Bliss had been set up to do a short interview for Midlands Today with Amanda Patel who he got on with most of the time. Seasoned veteran now, Mandy, compared to the kids from the other networks. They walked out into the car park, where Bliss spotted ITV and Sky unloading their kit. Gun-crime terror grips peaceful country town.

‘Might be easy to overreact on this one, Mandy. While a shooting in Hereford not involving a twelve-bore is comparatively rare… and we can’t actually say there’s no danger to the public… it’s probably no more than an underworld disagreement.’

‘Have you got an underworld in Hereford?’

‘You’d be surprised. I’m just saying I wouldn’t get overexcited about the idea of a dangerous armed felon on the loose.’

Mandy nodded. They walked down into the public car park opposite the red-brick magistrates’ court.

‘Frannie, what about this connection with the farmer who was killed?’

‘Is there one?’

Bliss gazing out over the car park, keeping his voice loose.

‘Didn’t Jaglowski own the van that killed that guy on a country lane?

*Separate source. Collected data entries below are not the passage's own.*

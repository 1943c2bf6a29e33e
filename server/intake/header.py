"""Extra header rows: the question-text and import-ID rows that survey platforms write under the item codes."""
from __future__ import annotations

from collections.abc import Set as AbstractSet

import numpy as np
import pandas as pd

from .columns import column_kind
from .common import MAX_LISTED, plural
from .values import numeric_mask


def _mostly_text(s: pd.Series, nonnull: np.ndarray) -> bool:
    """True when the first filled cells of a text column already hold more than a tenth of its filled cells
    that are not numbers (the column cannot reach the 90 % of numbers below), without reading the rest."""
    if pd.api.types.is_numeric_dtype(s.dtype):
        return False
    total = int(nonnull.sum())
    need = total // 10 + 1  # more than 10 % of the filled cells
    if need >= total:
        return False
    upto = int(np.flatnonzero(nonnull)[need - 1]) + 1  # the first ``need`` filled cells
    head = s.iloc[:upto]
    return int((~numeric_mask(head) & nonnull[:upto]).sum()) >= need


def skip_extra_header_rows(df: pd.DataFrame, row_numbers: np.ndarray, filename: str, notes: list[str],
                           unnamed: AbstractSet[str] = frozenset()
                           ) -> tuple[pd.DataFrame, np.ndarray, dict[str, str]]:
    """Drop the extra header rows survey platforms write under the item codes.

    Qualtrics-style exports put the question text in row 2 and an import-ID row ('{"ImportId":"QID1"}')
    in row 3; other tools write one row of labels. A top row (of at most three) counts as a header row
    when, in the columns that hold numbers further down, it holds distinct text in at least half of them
    and (almost) no numbers. SurveyMonkey-style exports leave the header cells of a question's statements
    empty (a merged cell) and name the statements in row 2: those columns take their row-2 text as name.
    Returns the frame without those rows, their file row numbers, and the question text per column
    (taken from the first such row that is not an import-ID row) to use as item wording.
    """
    if len(df) < 6 or df.shape[1] < 2:
        return df, row_numbers, {}
    if sum(not pd.api.types.is_numeric_dtype(t) for t in df.dtypes) < 2:
        return df, row_numbers, {}  # header text sits in text-typed columns: at least 2 are needed below
    top = min(3, len(df) - 3)
    below = df.iloc[3:]
    numeric_cols = []
    for c in df.columns:
        s = below[c]
        nonnull = s.notna().to_numpy()
        if nonnull.sum() >= 3 and not _mostly_text(s, nonnull) and numeric_mask(s)[nonnull].mean() >= 0.9:
            numeric_cols.append(c)
    if len(numeric_cols) < 2:
        return df, row_numbers, {}
    n_head = 0
    for i in range(top):
        cells = df[numeric_cols].iloc[i]
        isnum = numeric_mask(cells)
        texts = [str(v).strip() for v, num in zip(cells, isnum, strict=True) if pd.notna(v) and not num]
        if (len(texts) < max(2, 0.5 * len(numeric_cols)) or isnum.sum() > 0.2 * len(texts)
                or len(set(texts)) < 0.8 * len(texts)):
            break
        n_head = i + 1
    if n_head == 0:
        return df, row_numbers, {}
    header_text: dict[str, str] = {}
    for i in range(n_head):
        row = df.iloc[i]
        if sum(str(row[c]).strip().startswith("{") for c in numeric_cols) > len(numeric_cols) / 2:
            continue  # {"ImportId": "QID1"}
        for c in df.columns:
            v = row[c]
            if pd.notna(v) and not numeric_mask(pd.Series([v])).any() and str(v).strip() and c not in header_text:
                header_text[str(c)] = str(v).strip()
    skipped = [int(r) for r in row_numbers[:n_head]]
    shown_col = next((c for c in numeric_cols if column_kind(str(c)) is None), numeric_cols[0])
    example = str(df[shown_col].iloc[0]).strip()[:60]
    notes.append(f"{'Row' if n_head == 1 else 'Rows'} {' and '.join(map(str, skipped))} of '{filename}' "
                 f"{'holds' if n_head == 1 else 'hold'} text under the column names (such as '{example}' in column "
                 f"'{shown_col}'), as survey platforms export it; read as extra header "
                 f"{'row' if n_head == 1 else 'rows'}, not as respondents"
                 + ("; the question text is used as item wording where the codebook gives none." if header_text
                    else "."))
    # Merged question headers: a named column followed by unnamed ones, each with its own row-2 text.
    rename: dict[str, str] = {}
    cols = [str(c) for c in df.columns]
    for j, c in enumerate(cols):
        if c in unnamed and c in header_text:
            rename[c] = header_text[c]
            if j > 0 and cols[j - 1] not in unnamed and cols[j - 1] in header_text:
                rename.setdefault(cols[j - 1], header_text[cols[j - 1]])
    taken = set(cols) - set(rename)
    rename = {c: rename[c] for c in cols
              if c in rename and rename[c] not in taken and list(rename.values()).count(rename[c]) == 1}
    if rename:
        shown = "; ".join(f"'{c}' -> '{t}'" for c, t in list(rename.items())[:MAX_LISTED])
        notes.append(f"{plural(len(rename), 'column')} under a shared (merged) question header took "
                     f"{'its name' if len(rename) == 1 else 'their names'} from row {skipped[0]}: {shown}"
                     f"{' and more' if len(rename) > MAX_LISTED else ''}.")
        df = df.rename(columns=rename)
        header_text = {rename.get(c, c): t for c, t in header_text.items()}
    df = df.iloc[n_head:].reset_index(drop=True)
    for c in df.columns:  # the text rows made these columns text; read the answers as numbers again
        if df[c].dtype == object:
            conv = pd.to_numeric(df[c], errors="coerce")
            if conv.notna().sum() == df[c].notna().sum():
                df[c] = conv
    return df, row_numbers[n_head:], header_text

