_SCHEMA = """
CREATE TABLE IF NOT EXISTS meta (key TEXT PRIMARY KEY, value TEXT NOT NULL);
CREATE TABLE IF NOT EXISTS datasets (
    seq INTEGER PRIMARY KEY AUTOINCREMENT,
    id TEXT NOT NULL UNIQUE,
    name TEXT NOT NULL,
    filename TEXT NOT NULL,
    codebook_filename TEXT,
    sha256 TEXT NOT NULL,
    codebook_sha256 TEXT,
    size_bytes INTEGER NOT NULL,
    options TEXT NOT NULL,
    meta TEXT NOT NULL,
    created_at TEXT NOT NULL
);
CREATE TABLE IF NOT EXISTS snapshots (
    seq INTEGER PRIMARY KEY AUTOINCREMENT,
    id TEXT NOT NULL UNIQUE,
    dataset_id TEXT NOT NULL,
    created_at TEXT NOT NULL,
    record TEXT NOT NULL
);
CREATE INDEX IF NOT EXISTS snapshots_by_dataset ON snapshots (dataset_id, seq);
CREATE TRIGGER IF NOT EXISTS snapshots_no_update BEFORE UPDATE ON snapshots
BEGIN SELECT RAISE(ABORT, 'snapshots are immutable'); END;
CREATE TRIGGER IF NOT EXISTS snapshots_no_delete BEFORE DELETE ON snapshots
BEGIN SELECT RAISE(ABORT, 'snapshots are immutable'); END;
"""


def new_id() -> str:
    """A random 16-hex-digit id (64 bits of uuid4)."""
    return uuid.uuid4().hex[:16]


def utc_now() -> str:
    """The current time as ISO 8601 UTC with microseconds, e.g. ``2026-12-02T01:40:00.123456Z``."""
    return _dt.datetime.now(_dt.UTC).strftime("%Y-%m-%dT%H:%M:%S.%fZ")


def _json_default(o: Any):
    if isinstance(o, np.ndarray):
        return o.tolist()
    if isinstance(o, np.generic):
        return o.item()
    if isinstance(o, (set, frozenset, tuple)):
        return list(o)
    if isinstance(o, Path):
        return str(o)
    raise TypeError(f"Object of type {type(o).__name__} cannot be stored as JSON")
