export const INK = "#1d2a33";
const FONT = "system-ui, 'Segoe UI', Roboto, 'DejaVu Sans', sans-serif";
const MUTED = "#56626b";  // the page's --muted grey (5.9:1 on the paper colour)
const GRID = "#e3e0d8";
export const ACCENT = "#23607a";   // deep blue-teal
export const WARM = "#b8621b";     // burnt orange
const OMEGA = "#6a4c93";           // plum
const WARM_TEXT = "#9a4f12";        // burnt orange dark enough for text on white (5.9:1, WCAG 2.1 SC 1.4.3)
// Diverging, colour-blind-safe (blue <-> orange through a warm paper white), centred on 0.
export const DIVERGING = [[0, "#1b4f72"], [0.25, "#6c9ec2"], [0.5, "#f7f5f0"], [0.75, "#e7a35f"], [1, "#8f3f0c"]];

// plotly reads a few HTML-like tags in labels and hover text; user text must stay text.
// It decodes &lt; &gt; &amp; back to characters when it draws, so escaping them is exact.
export const esc = (v) => String(v ?? "").replace(/&/g, "&amp;").replace(/</g, "&lt;").replace(/>/g, "&gt;");

// Long wording in a hover label: escaped, then broken into lines (plotly clips a label at the chart's edge).
export function wrapText(v, width = 56) {
  const words = String(v ?? "").split(/\s+/).filter(Boolean);
  const lines = [];
  let line = "";
  for (const w of words) {
    if (line && line.length + 1 + w.length > width) { lines.push(line); line = w; } else line = line ? `${line} ${w}` : w;
  }
  if (line) lines.push(line);
  return lines.map(esc).join("<br>");
}

export const config = { displaylogo: false, responsive: true, displayModeBar: false };

export function fontSize() { return document.body.classList.contains("projector") ? 17 : 12; }

function base(extra = {}) {
  return {
    font: { family: FONT, size: fontSize(), color: INK },
    paper_bgcolor: "rgba(0,0,0,0)", plot_bgcolor: "rgba(0,0,0,0)",
    margin: { l: 60, r: 20, t: 36, b: 48 },
    hoverlabel: { bgcolor: "#fffdf8", bordercolor: GRID, font: { color: INK } },
    ...extra,
  };
}

// plotly.min.js (1.5 MB of script to run) is loaded by the first chart that needs it, not with the page: the
// loadings heatmap and the factor correlations, the first charts most people see, are the page's own SVG.
let plotlyLoading = null;
/** Inserts plotly's script tag (once); resolves true when window.Plotly is defined, false if it did not load. */
export function loadPlotly() {
  if (window.Plotly) return Promise.resolve(true);
  if (!plotlyLoading) {
    plotlyLoading = new Promise((resolve) => {
      const tag = document.createElement("script");
      tag.src = "/vendor/plotly.min.js";
      tag.addEventListener("load", () => resolve(Boolean(window.Plotly)));
      // a failed load leaves no tag behind, so the next chart asks again
      tag.addEventListener("error", () => { tag.remove(); plotlyLoading = null; resolve(false); });
      document.head.append(tag);
    });
  }
  return plotlyLoading;
}

// Axis titles and tick labels get the room they need (they overlapped at projector size).
function withRoom(layout) {
  for (const key of Object.keys(layout)) {
    if (/^[xy]axis\d*$/.test(key)) {
      const ax = layout[key];
      layout[key] = { automargin: true, ...ax };
      if (ax.title && typeof ax.title === "object" && ax.title.standoff == null) layout[key].title = { standoff: 8, ...ax.title };
    }
  }
  return layout;
}

async function draw(el, traces, layout) {
  if (!(await loadPlotly())) { el.textContent = "The chart library did not load."; return; }
  if (!el.isConnected) return;
  await Plotly.react(el, traces, withRoom(layout), config);
}

export function purge(el) {
  if (!el) return;
  if (el._heat) heatResize?.unobserve(el);
  if (window.Plotly) Plotly.purge(el);
}

// Release the charts inside an element before it is emptied (plotly keeps resize handlers per chart; the
// heatmap is watched for its width).
export function purgeWithin(el) {
  if (!el || !el.querySelectorAll) return;
  if (heatResize) for (const g of el.querySelectorAll(".heat-chart")) heatResize.unobserve(g);
  if (!window.Plotly) return;
  for (const g of el.querySelectorAll(".js-plotly-plot")) Plotly.purge(g);
}

// Calls onPick(itemName) when a cell or a row is clicked (plotly_click); one handler per element.
function onPoint(el, handler) {
  if (!handler || typeof el.on !== "function") return; // not drawn (left the page before plotly was ready)
  el._scalewrightPick = handler;
  if (el._scalewrightBound) return;
  el._scalewrightBound = true;
  el.on("plotly_click", (ev) => {
    const pt = ev && ev.points && ev.points[0];
    if (pt && el._scalewrightPick) el._scalewrightPick(pt);
  });
}

let measurer = null;
/** The widest of `labels` (plain text) in px at `size` in the charts' font. */
function labelWidth(labels, size) {
  measurer = measurer || document.createElement("canvas").getContext("2d");
  measurer.font = `${size}px ${FONT}`;
  let widest = 0;
  for (const l of labels) widest = Math.max(widest, measurer.measureText(l).width);
  return Math.ceil(widest);
}

// Above this many cells the loadings heatmap prints no value in its cells (the hover and the row read-out
// still give every value): a printed value is one more text node per cell to lay out, and unreadable that small.
export const MAX_PRINTED_CELLS = 400;
export const cellsPrinted = (nRows, nFactors) => nRows * nFactors <= MAX_PRINTED_CELLS;

// ---------------------------------------------------------------- the page's own SVG charts (no plotly)
const SVG_NS = "http://www.w3.org/2000/svg";

function svgNode(tag, attrs, parent) {
  const node = document.createElementNS(SVG_NS, tag);
  for (const [k, v] of Object.entries(attrs || {})) node.setAttribute(k, v);
  if (parent) parent.append(node);
  return node;
}

// An attribute or text is written only when it changed (the value last written is kept on the node, so a
// refit reads nothing back from the page and leaves unchanged nodes alone).
function setAttr(node, name, value) {
  const v = String(value);
  const seen = node._seen || (node._seen = {});
  if (seen[name] !== v) { seen[name] = v; node.setAttribute(name, v); }
}
function setText(node, text) {
  if (node._text !== text) { node._text = text; node.textContent = text; }
}
const px = (v) => Math.round(v * 100) / 100;

// `list` grown (make()) or shrunk (its last nodes removed) to n nodes.
function pool(list, n, make) {
  while (list.length < n) list.push(make());
  while (list.length > n) list.pop().remove();
  return list;
}

const STOPS = DIVERGING.map(([at, hex]) => [at, [1, 3, 5].map((i) => parseInt(hex.slice(i, i + 2), 16))]);
/** The DIVERGING colour of v on [-1, 1] (clamped; centred on 0; linear in RGB between the stops) as [r, g, b]. */
export function divergingRgb(v) {
  const t = Math.min(1, Math.max(0, (v + 1) / 2));
  let k = 1;
  while (k < STOPS.length - 1 && t > STOPS[k][0]) k += 1;
  const [a, from] = STOPS[k - 1];
  const [b, to] = STOPS[k];
  const f = b > a ? (t - a) / (b - a) : 0;
  return from.map((c, i) => Math.round(c + (to[i] - c) * f));
}
const rgbText = (rgb) => `rgb(${rgb[0]}, ${rgb[1]}, ${rgb[2]})`;

// WCAG relative luminance; a cell's value is printed in ink or in white, whichever contrasts more.
function luminance(rgb) {
  const [r, g, b] = rgb.map((c) => { const s = c / 255; return s <= 0.03928 ? s / 12.92 : ((s + 0.055) / 1.055) ** 2.4; });
  return 0.2126 * r + 0.7152 * g + 0.0722 * b;
}
const INK_LUMINANCE = luminance([0x1d, 0x2a, 0x33]);
function textOn(rgb) {
  const l = luminance(rgb);
  return 1.05 / (l + 0.05) > (l + 0.05) / (INK_LUMINANCE + 0.05) ? "#ffffff" : INK;
}

// The heatmaps follow their box's width (the page's column; a window resize or the projector switch).
const heatResize = typeof ResizeObserver === "function" ? new ResizeObserver((entries) => {
  for (const { target } of entries) {
    if (target._heat && target.isConnected && target.clientWidth && target.clientWidth !== target._heat.geo?.width) paintHeat(target);
  }
}) : null;
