def _check_corr(R, k: int) -> np.ndarray:
    A = np.array(R, dtype=float)
    if A.shape != (k, k):
        raise InputError(f"The correlation matrix must be {k} x {k} to match the solution's {k} items; got shape "
                         f"{list(A.shape)}.", code="bad_shape", details={"shape": list(A.shape), "items": k})
    if not np.isfinite(A).all() or np.abs(A - A.T).max() > 1e-8 or np.abs(np.diag(A) - 1).max() > 1e-8:
        raise InputError("omega_coefficients needs a finite symmetric correlation matrix (ones on the diagonal).",
                         code="bad_matrix")
    return (A + A.T) / 2


def _default_groups(F: np.ndarray) -> np.ndarray:
    if F.shape[1] == 0:
        return np.full(F.shape[0], -1)
    return np.argmax(np.abs(F), axis=1)


def omega_coefficients(R: ArrayLike, sl: SchmidLeimanResult, *, groups: Sequence[int | None] | None = None
                       ) -> OmegaCoefficients:
    """Omega total, omega hierarchical, omega per group factor, ECV and H from a Schmid-Leiman solution.

    Parameters
    ----------
    R : array_like, shape (k, k)
        The item correlation matrix the solution was fitted to (reverse-keyed items already reversed).
    sl : SchmidLeimanResult
        From :func:`schmid_leiman`.
    groups : sequence of (int or None), optional
        The group factor (column index) each item's subscale belongs to, None to leave an item out of every
        subscale. Default: the group factor with the item's largest absolute loading.

    Returns
    -------
    OmegaCoefficients

    Notes
    -----
    With general loadings :math:`g`, group loadings :math:`F` and :math:`V = \\mathbf 1'R\\mathbf 1` the
    observed variance of the unit-weighted total of the standardized items (McDonald 1999, ch. 6;
    Zinbarg et al. 2005; as ``psych::omega``, which also divides by the observed :math:`V`):

    .. math::

        \\omega_t = \\frac{(\\sum_i g_i)^2 + \\sum_j (\\sum_i F_{ij})^2}{V}, \\qquad
        \\omega_h = \\frac{(\\sum_i g_i)^2}{V}, \\qquad
        \\mathrm{ECV} = \\frac{\\sum_i g_i^2}{\\sum_i g_i^2 + \\sum_{ij} F_{ij}^2}.

    ``omega_total`` is written with the common loadings in the numerator, so with one factor it is exactly
    the unidimensional omega of :func:`server.stats.reliability.mcdonald_omega`; ``psych::omega`` writes
    it as :math:`1 - \\sum_i u_i / V`, which is the same number when the model reproduces :math:`R`.
    For the subscale :math:`G_j` of group factor :math:`j`, with :math:`V_j = \\mathbf 1'R_{G_jG_j}\\mathbf 1`
    (Reise 2012; Rodriguez, Reise & Haviland 2016):

    .. math::

        \\omega_{hs,j} = \\frac{(\\sum_{i\\in G_j} F_{ij})^2}{V_j}, \\qquad
        \\omega_{t,j} = \\frac{(\\sum_{i\\in G_j} g_i)^2 + (\\sum_{i\\in G_j} F_{ij})^2}{V_j}.

    H (Hancock & Mueller 2001, :func:`construct_replicability`) uses every item's loading on the factor.

    References
    ----------
    McDonald (1999); Zinbarg et al. (2005); Reise (2012); Rodriguez, Reise & Haviland (2016);
    Hancock & Mueller (2001); ECV: Ten Berge, J. M. F., & Socan, G. (2004). The greatest lower bound to
    the reliability of a test and the hypothesis of unidimensionality. Psychometrika, 69(4), 613-625.
    """
    if not isinstance(sl, SchmidLeimanResult):
        raise InputError("omega_coefficients needs the result of schmid_leiman.", code="bad_input")
    g, F = sl.general, sl.group
    k, m = F.shape
    A = _check_corr(R, k)
    warnings: list[Note] = list(sl.warnings)
    if groups is None:
        gi = _default_groups(F)
    else:
        if len(groups) != k:
            raise InputError(f"{len(groups)} group assignments were given for {k} items.", code="bad_groups",
                             details={"groups": len(groups), "items": k})
        gi = np.array([-1 if x is None else int(x) for x in groups])
        bad = np.flatnonzero((gi < -1) | (gi >= m))
        if bad.size:
            i = int(bad[0])
            raise InputError(f"Item '{sl.names[i]}' is assigned to group factor {groups[i]}, but there are {m} "
                             f"(numbered 0 to {m - 1}).", code="bad_groups",
                             details={"item": sl.names[i], "group": groups[i], "factors": m})
    V = float(A.sum())
    common = float(np.sum(g ** 2) + np.sum(F ** 2))
    if V <= 0:
        warnings.append(note("total_variance_not_positive", f"The variance of the total score is not positive "
                             f"({V:.3g}); the omega coefficients are undefined (check reverse-keyed items)."))
        omega_t = omega_h = None
    else:
        omega_h = float(g.sum() ** 2 / V)
        omega_t = float((g.sum() ** 2 + np.sum(F.sum(axis=0) ** 2)) / V)
    ecv = float(np.sum(g ** 2) / common) if common > 0 else None
    if np.any(g < 0):
        neg = ", ".join(f"'{sl.names[i]}'" for i in np.flatnonzero(g < 0))
        warnings.append(note("negative_loading", f"Item(s) {neg} load negatively on the general factor; if they are "
                             "reverse-keyed, declare them so they are reverse-scored.",
                             [sl.names[i] for i in np.flatnonzero(g < 0)]))
    h_general = construct_replicability(g)
    if h_general is None:
        warnings.append(note("h_undefined", "Construct replicability H of the general factor is undefined (a "
                             "loading at +-1, or no loading at all)."))
    subs = []
    for j in range(m):
        idx = np.flatnonzero(gi == j)
        h = construct_replicability(F[:, j])
        if idx.size == 0:
            warnings.append(note("empty_group_factor", f"No item is assigned to group factor '{sl.factors[j]}', so "
                                 "it has no subscale omega."))
            subs.append(GroupOmega(sl.factors[j], (), None, None, h))
            continue
        Vj = float(A[np.ix_(idx, idx)].sum())
        sg, sf = float(g[idx].sum()), float(F[idx, j].sum())
        ohs = sf ** 2 / Vj if Vj > 0 else None
        ot = (sg ** 2 + sf ** 2) / Vj if Vj > 0 else None
        subs.append(GroupOmega(sl.factors[j], tuple(sl.names[i] for i in idx), ohs, ot, h))
    denominator = ("observed total-score variance 1'R1 of the standardized items (McDonald 1999; Zinbarg et al. "
                   "2005), and 1'R1 over a subscale's items for its coefficients")
    return OmegaCoefficients(omega_total=omega_t, omega_hierarchical=omega_h, ecv=ecv, h_general=h_general,
                             omega_subscale=tuple(subs), total_variance=V, denominator=denominator,
                             warnings=tuple(warnings))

Driven by a guy who came into the country through the people-smuggling trade and did a spell as a slave to pay for it?’

Bliss didn’t look at her.

‘Where’d you get that, Mandy?’

‘Is it important?’

‘Might be.’

If this interesting if possibly irrelevant connection was in the public domain, the chances were that it had seeped out of Gaol Street.

‘I don’t have to reveal my sources,’ Mandy said, ‘but, seeing it’s you, think of a well-known local councillor running for high office in law enforcement.’

‘And what exactly did he say about it?’

‘Nothing. He just told me. Being friendly.’

‘Yeah, that’s how he is,’ Bliss said, tightening up. ‘Friendly.’